Uprising at the Prison

The second development was the alarming disturbance at the Bluebonnet Detention Facility in the NDTx. As the solicitor general’s brief to the Court reports:

Unsurprisingly, given that the putative class members were detained based on their membership in a designated foreign terrorist organization [i.e., Tren de Aragua (TdA)], they have proven to be especially dangerous to maintain in prolonged detention. Some 23 putative class members recently barricaded themselves in a housing unit for several hours and threatened to take hostages and harm ICE officers.

Sauer elaborated that the prisoners had used bed cots to block the entrance doors, blocked the windows, and covered surveillance cameras. The incident underscores the peril of prolonged detention of likely gang members and violent criminals. Relatedly, it is also a national security issue in that TdA has a demonstrated history of recruiting and indoctrinating incarcerated young men. Hence, keeping them in custody, and even moving some portion of them to other prison facilities, risks increasing the group’s membership and the threat it poses.

The Supreme Court Should Amend Its Order

The government’s main complaint is that the Supreme Court’s order was too broad.

The majority justices barred the government from removing “any member” of the putative class. The ACLU defined the putative class as “all noncitizens in custody in the [NDTx] who were, are, or will be subject to the [president’s AEA proclamation] and/or its implementation.”

As Sauer points out, wholly independent of the AEA, the vast majority of the prisoners at issue are removable under Congress’s immigration laws (codified in Title 8 of the U.S. Code). Indeed, I’ve noted a few times that, for example, the administration’s designation of TdA as a foreign terrorist organization provides a separate basis to remove them, regardless of whether the courts ultimately uphold the AEA invocation. Apart from that, many of the aliens have criminal records or present other circumstances that should qualify them for expedited removal.
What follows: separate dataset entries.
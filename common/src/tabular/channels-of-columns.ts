/**
 * Which column is which channel, told by headings in the trade's words, units, and how the numbers behave. Convention after
 * `sign`: stress and axial strain grow on loading; transverse strain falls where ν > 0. A crosshead's travel is never strain.
 */
import type { Channel, ColumnMapping } from '../contract/runs';
import { dimensionOf, isIncreasing, isNumeric, nameOf, type ColumnText } from './column-text';
import { Doubts } from './doubts';
import { roleOfHeading, type Role } from './heading-words';
import { direction, strainChannels } from './strain-columns';
import { unitOfColumn } from './units-of-columns';

export interface MappedColumns {
  readonly columns: ColumnMapping[];
  readonly confidence: number;
  readonly remarks: string[];
}

/** What a column is by its words and its unit, where they agree; null when neither tells or they contradict each other. */
function roleOf(column: ColumnText, doubts: Doubts): Role | null {
  if (column.isClock) return 'time';
  if (!isNumeric(column)) return null;
  const word = roleOfHeading(column.heading);
  const dimension = dimensionOf(column);
  if (word === 'counter' || word === 'other' || word === 'mean') return word;
  if (dimension === 'temperature') return 'other';
  if (dimension === 'time') return 'time';
  if (dimension === 'force') return 'force';
  if (dimension === 'pressure') return 'stress';
  if (dimension === 'voltage') return 'trace';
  if (dimension === 'strain' || dimension === 'length') {
    if (word === 'transverse' || word === 'stroke' || word === 'displacement') return word;
    if ((word === null || word === 'trace') && dimension === 'length') return 'displacement';
    if (word !== 'time' && word !== 'force' && word !== 'stress') return 'strain';
    doubts.say(0.3, `${nameOf(column)} states ${column.unitText}, which does not suit its heading: not used.`);
    return null;
  }
  return word;
}

interface Roled {
  readonly column: ColumnText;
  readonly role: Role | null;
}

const withRole = (roled: readonly Roled[], ...roles: Role[]) => roled.filter(({ role }) => role !== null && roles.includes(role)).map(({ column }) => column);

/** The one column of a kind: the rest is said to be left out. */
function only(columns: readonly ColumnText[], preferred: (column: ColumnText) => boolean, kind: string, doubts: Doubts): ColumnText | undefined {
  const chosen = columns.find(preferred) ?? columns[0];
  if (columns.length > 1) doubts.say(0.7, `${columns.length} columns of ${kind}: ${chosen === undefined ? '' : nameOf(chosen)} is taken.`);
  return chosen;
}

/** A mean counts as a sensor only where no column of its kind stands beside it. */
function withoutMeans(roled: readonly Roled[]): Roled[] {
  return roled.map(({ column, role }) => {
    if (role !== 'mean') return { column, role };
    const dimension = dimensionOf(column);
    const alone = !roled.some((other) => other.role !== 'mean' && other.role !== 'other' && dimensionOf(other.column) === dimension);
    const kind = roleOfHeading(column.heading.replace(/mean|average|avg|mittel\w*|moyen\w*/gi, ' ').trim());
    return { column, role: alone ? (kind ?? (dimension === 'strain' ? 'strain' : null)) : 'other' };
  });
}

function stressStrainChannels(all: readonly Roled[], doubts: Doubts): Map<number, Channel> {
  const roled = withoutMeans(all);
  const strains = withRole(roled, 'strain');
  const transverse = withRole(roled, 'transverse');
  const displacements = withRole(roled, 'displacement');
  const channels = strainChannels(strains, transverse, doubts);
  const put = (column: ColumnText | undefined, channel: Channel) => {
    if (column !== undefined) channels.set(column.index, channel);
  };
  const unnamed = roled.filter(({ column, role }) => role === null && isIncreasing(column) && column.heading === '').map(({ column }) => column);
  const times = withRole(roled, 'time');
  put(times.length > 0 ? only(times, isIncreasing, 'time', doubts) : unnamed[0], 'time');
  put(only(withRole(roled, 'force'), () => true, 'force', doubts), 'force');
  put(only(withRole(roled, 'stress'), () => true, 'stress', doubts), 'stress');
  for (const column of withRole(roled, 'stroke')) doubts.say(1, `${nameOf(column)} is the machine's travel, not strain: ignored.`);
  for (const column of displacements) {
    doubts.say(strains.length > 0 ? 0.9 : 0.3, `${nameOf(column)} may be the machine's travel: ignored. Use it as axial only if a sensor on the specimen measured it.`);
  }
  for (const column of withRole(roled, 'trace')) doubts.say(0.5, `${nameOf(column)} is no force, stress or strain: not used.`);
  const mapped = [...channels.values()];
  if (!mapped.includes('force') && !mapped.includes('stress')) doubts.say(0.3, 'No column of force or stress was recognised.');
  if (!mapped.includes('axial1')) doubts.say(0.3, 'No column of axial strain or extension was recognised.');
  return channels;
}

function waveformChannels(roled: readonly Roled[], doubts: Doubts): Map<number, Channel> {
  const channels = new Map<number, Channel>();
  const numeric = roled.filter(({ column }) => isNumeric(column)).map(({ column }) => column);
  const time = withRole(roled, 'time').find(isIncreasing) ?? withRole(roled, 'time')[0] ?? numeric.find((column) => isIncreasing(column) && dimensionOf(column) === undefined && roleOfHeading(column.heading) !== 'counter');
  if (time === undefined) doubts.say(0.3, 'No column of time was recognised.');
  else if (!withRole(roled, 'time').includes(time)) doubts.say(0.5, `${nameOf(time)} rises from row to row: taken as time.`);
  for (const { column, role } of roled) {
    if (column === time) channels.set(column.index, 'time');
    else if (isNumeric(column) && role !== 'time' && role !== 'counter' && dimensionOf(column) !== 'temperature') channels.set(column.index, 'trace');
  }
  if (![...channels.values()].includes('trace')) doubts.say(0.3, 'No column of a trace was recognised.');
  return channels;
}

/** Signs by which loading is positive, whatever sign the file gives compression. */
function signs(columns: readonly ColumnText[], channels: ReadonlyMap<number, Channel>, doubts: Doubts): Map<Channel, 1 | -1> {
  const column = (channel: Channel) => columns.find((c) => channels.get(c.index) === channel);
  const found = new Map<Channel, 1 | -1>();
  const leader = column('force') ?? column('stress') ?? column('axial1');
  const turn = (channel: Channel, sign: 1 | -1) => {
    if (column(channel) !== undefined) found.set(channel, sign);
  };
  const along = (channel: Channel): 1 | -1 => {
    const own = column(channel);
    return own === undefined || leader === undefined ? 1 : direction(own, leader);
  };
  turn('force', along('force'));
  turn('stress', along('stress'));
  const axial = along('axial1');
  turn('axial1', axial);
  turn('axial2', axial);
  // Turned with the axial one, a transverse strain falls on loading, unless the file gives both as amounts.
  const amounts = along('transverse1') === axial;
  turn('transverse1', amounts ? (-axial as 1 | -1) : axial);
  turn('transverse2', amounts ? (-axial as 1 | -1) : axial);
  if (column('transverse1') !== undefined && column('axial1') !== undefined && amounts) {
    doubts.say(0.55, 'Transverse strain moves the same way as axial strain, which would make ν negative: taken as an amount and turned; please check.');
  }
  return found;
}

/** @param waveform true where the file is a pulse waveform: one time column, the rest traces */
export function mapColumns(columns: readonly ColumnText[], waveform: boolean): MappedColumns {
  const doubts = new Doubts();
  const roled = columns.map((column) => ({ column, role: roleOf(column, waveform ? new Doubts() : doubts) }));
  const channels = waveform ? waveformChannels(roled, doubts) : stressStrainChannels(roled, doubts);
  const turned = waveform ? new Map<Channel, 1 | -1>() : signs(columns, channels, doubts);
  const mapped = columns.map((column): ColumnMapping => {
    const channel = channels.get(column.index) ?? 'ignore';
    return { column: column.index, heading: column.heading, channel, unit: unitOfColumn(column, channel, waveform, doubts), sign: turned.get(channel) ?? 1 };
  });
  if (mapped.some((m) => m.sign === -1)) doubts.say(1, 'Signs are turned so that stress and axial strain grow on loading.');
  return { columns: mapped, confidence: doubts.confidence, remarks: doubts.remarks };
}
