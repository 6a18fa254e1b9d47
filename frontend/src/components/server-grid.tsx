/** A list of the server: searched, sorted and paged there, its place kept in the address. */
import { page } from '@strainwright/common/contract/wire';
import { Box, TextField } from '@mui/material';
import { DataGrid, type GridColDef, type GridValidRowModel } from '@mui/x-data-grid';
import { useState, type ReactNode } from 'react';
import { useNavigate, useSearchParams } from 'react-router-dom';
import type { z } from 'zod';
import { useApi } from '../api/queries';
import { EmptyState, FailedState } from './states';

interface Props<R extends GridValidRowModel> {
  schema: z.ZodType<R>;
  /** Path of the list, with query parameters that stay. */
  path: string;
  columns: readonly GridColDef<R>[];
  label: string;
  /** Where a row leads. */
  to?: (row: R) => string;
  empty: ReactNode;
  filters?: ReactNode;
}

const PAGE_SIZE = 50;

export function ServerGrid<R extends GridValidRowModel>({ schema, path, columns, label, to, empty, filters }: Props<R>) {
  const navigate = useNavigate();
  const [params, setParams] = useSearchParams();
  const [typed, setTyped] = useState(params.get('q') ?? '');
  const set = (changes: Record<string, string | null>) => setParams((before) => {
    const next = new URLSearchParams(before);
    for (const [name, value] of Object.entries(changes)) if (value === null || value === '') next.delete(name); else next.set(name, value);
    return next;
  }, { replace: true });
  const sort = params.get('sort');
  const pageNumber = Number(params.get('page') ?? 0);
  const query = new URLSearchParams([...params.entries()].filter(([name]) => ['q', 'sort', 'page', 'state', 'kind'].includes(name)));
  query.set('pageSize', String(PAGE_SIZE));
  const list = useApi(page(schema), `${path}${path.includes('?') ? '&' : '?'}${query.toString()}`);
  return (
    <Box>
      <Box component="form" role="search" aria-label={`Search ${label}`} onSubmit={(e) => { e.preventDefault(); set({ q: typed, page: null }); }} sx={{ display: 'flex', gap: 2, mb: 1, maxWidth: 640 }}>
        <TextField label={`Search ${label}`} value={typed} onChange={(e) => setTyped(e.target.value)} onBlur={() => set({ q: typed, page: null })} type="search" />
        {filters}
      </Box>
      {list.isError ? <FailedState error={list.error} retry={() => void list.refetch()} /> : (
        <DataGrid
          aria-label={label} rows={list.data?.items ?? []} columns={[...columns]} loading={list.isPending} rowCount={list.data?.total ?? 0} autoHeight
          paginationMode="server" sortingMode="server" filterMode="server" pageSizeOptions={[PAGE_SIZE]} paginationModel={{ page: pageNumber, pageSize: PAGE_SIZE }}
          onPaginationModelChange={(model) => set({ page: model.page === 0 ? null : String(model.page) })}
          sortModel={sort === null ? [] : [{ field: sort.replace(/^-/, ''), sort: sort.startsWith('-') ? 'desc' : 'asc' }]}
          onSortModelChange={([first]) => set({ sort: first === undefined ? null : `${first.sort === 'desc' ? '-' : ''}${first.field}`, page: null })}
          onRowClick={to === undefined ? undefined : ({ row }) => void navigate(to(row))}
          onCellKeyDown={to === undefined ? undefined : ({ row }, event) => event.key === 'Enter' && void navigate(to(row))}
          slots={{ noRowsOverlay: () => <Box sx={{ p: 2 }}><EmptyState title={params.get('q') === null ? 'Nothing here yet' : 'Nothing found'}>{empty}</EmptyState></Box> }}
          sx={{ '--DataGrid-overlayHeight': '180px', '& .MuiDataGrid-row': { cursor: to === undefined ? 'default' : 'pointer' } }}
        />
      )}
    </Box>
  );
}
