/** How it was tested: methods, runs with their conditions and settings, instruments, raw files. */
import type { CertificateSnapshot } from '@strainwright/common/contract/certificates';
import type { Content } from 'pdfmake/interfaces';
import { KIND_NAMES, momentOf, type CertificateResult } from '../wording';
import { heading, QUIET, ruledTable, STOP } from './style';

type Run = CertificateResult['runs'][number];

export function testing(snapshot: CertificateSnapshot): Content[] {
  return [heading('Methods'), ...methods(snapshot), heading('Tests and conditions'), runs(snapshot), heading('Instruments'), ...instruments(snapshot)];
}

function methods(snapshot: CertificateSnapshot): Content[] {
  return snapshot.methods.map((m) => ({
    fontSize: 8.5, margin: [0, 1, 0, 2],
    text: [{ text: `${m.code} version ${m.versionNumber}`, font: 'RobotoMono', fontSize: 8 }, `  ${m.name} (${KIND_NAMES[m.kind]} method). `, { text: m.standard, color: QUIET }],
  }));
}

export function conditionsText(run: Run): string {
  const parts = [
    run.temperature === null ? 'temperature not recorded' : `${run.temperature} °C`,
    run.humidity === null ? 'humidity not recorded' : `${run.humidity} % relative humidity`,
    run.notes,
  ];
  return parts.filter((p) => p !== '').join('; ');
}

function runs(snapshot: CertificateSnapshot): Content {
  return ruledTable(
    [{ head: 'Specimen, run', width: 82 }, { head: 'Method', width: 58 }, { head: 'Tested', width: 74 }, { head: 'By', width: 62 }, { head: 'Conditions', width: '*' }, { head: 'Settings of the evaluation', width: '*' }],
    snapshot.results.flatMap((r) => r.runs.map((run) => [
      { text: `${r.specimenMark}, ${run.number}`, style: 'number' },
      { text: `${run.methodCode} v${run.methodVersion}`, style: 'number', fontSize: 7.2 },
      { text: momentOf(run.performedAt, snapshot.laboratory.timeZone), style: 'number', fontSize: 7.2 },
      run.performedBy, conditionsText(run), `${run.settings}; software ${run.softwareVersion}`,
    ])),
  );
}

function instruments(snapshot: CertificateSnapshot): Content[] {
  const lapsed = snapshot.instruments.filter((i) => !i.inCalibration);
  return [
    ruledTable(
      [{ head: 'Instrument', width: '*' }, { head: 'Serial', width: 86 }, { head: 'Calibration certificate', width: 110 }, { head: 'Calibrated', width: 56 }, { head: 'Due', width: 56 }, { head: 'On the day', width: 74 }],
      snapshot.instruments.map((i) => [
        `${i.name} (${i.kind})`, { text: i.serial, style: 'number', fontSize: 7.2 }, i.certificate === '' ? '–' : i.certificate,
        { text: i.calibratedOn ?? '–', style: 'number', fontSize: 7.2 }, { text: i.dueOn ?? '–', style: 'number', fontSize: 7.2 },
        i.inCalibration ? 'in calibration' : { text: '■ OUT of calibration', bold: true, color: STOP },
      ]),
    ),
    ...(lapsed.length === 0 ? [] : [{ text: `Out of calibration on a day of use: ${lapsed.map((i) => i.name).join(', ')}. The results that rest on it carry the finding and the reason for which it was accepted.`, style: 'note', color: STOP }]),
  ];
}

/** Raw records by name and SHA-256, so that each result can be traced to the bytes it came from. */
export function rawFiles(snapshot: CertificateSnapshot): Content[] {
  const rows = snapshot.results.flatMap((r) => r.runs.flatMap((run) => run.files.map((file) => [
    { text: `${r.specimenMark}, ${run.number}`, style: 'number', fontSize: 7.2 }, { text: file.name, fontSize: 7.5 }, { text: file.sha256, font: 'RobotoMono', fontSize: 6.2 },
  ])));
  if (rows.length === 0) return [];
  return [heading('Raw records'), ruledTable([{ head: 'Specimen, run', width: 82 }, { head: 'File', width: '*' }, { head: 'SHA-256', width: 244 }], rows)];
}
Obviously, the Trump administration would like the Court to hold that the president’s AEA invocation is not judicially reviewable. That is, the administration contends that, under constitutional separation of powers principles, the question of whether there has been an invasion or a predatory incursion by an arm of a foreign power is up to the president, not the judiciary, to decide.

Moreover, although the administration has conceded that it will not deport any alien who has filed a habeas petition challenging the AEA, no members of the putative class have filed habeas petitions in the three weeks since the Court intervened (other than the two named petitioners in the case, who were seeking to certify a class). Ergo, the government argues, the aliens have had due process — notice and an opportunity to be heard by filing petitions for relief — and there should be no further barrier against deportation.

I won’t belabor the record with a restatement of the various reasons why I believe the government’s arguments that the AEA is not justiciable will fail. (And beyond that, I think the Supreme Court will let that issue percolate in the lower courts rather than decide it prematurely. As detailed nearly two weeks ago, Judge Francisco Rodrigues Jr., a Trump appointee in the Southern District of Texas, has already ruled that the AEA invocation was invalid.) For present purposes, it is enough to say that, even if the administration is wrong on the AEA, it is right that removals under the normal immigration laws should proceed forthwith.

Sauer makes a fair point that any alien disposed to do so could have filed a habeas petition by now. Nevertheless, the courts may conclude that the aliens were waiting for a ruling on class certification (though Sauer is right that nothing prevented any alien from filing a habeas claim while waiting for the class certification issue to be decided). I don’t believe the Supreme Court will greenlight AEA-based deportations without first indicating that it will permit them unless habeas petitions are filed by some agreed-upon date.

That said, I do expect that the Court will modify its order to clarify that the government is not prohibited from deporting anyone who could properly have been removed under the ordinary operation of the immigration laws.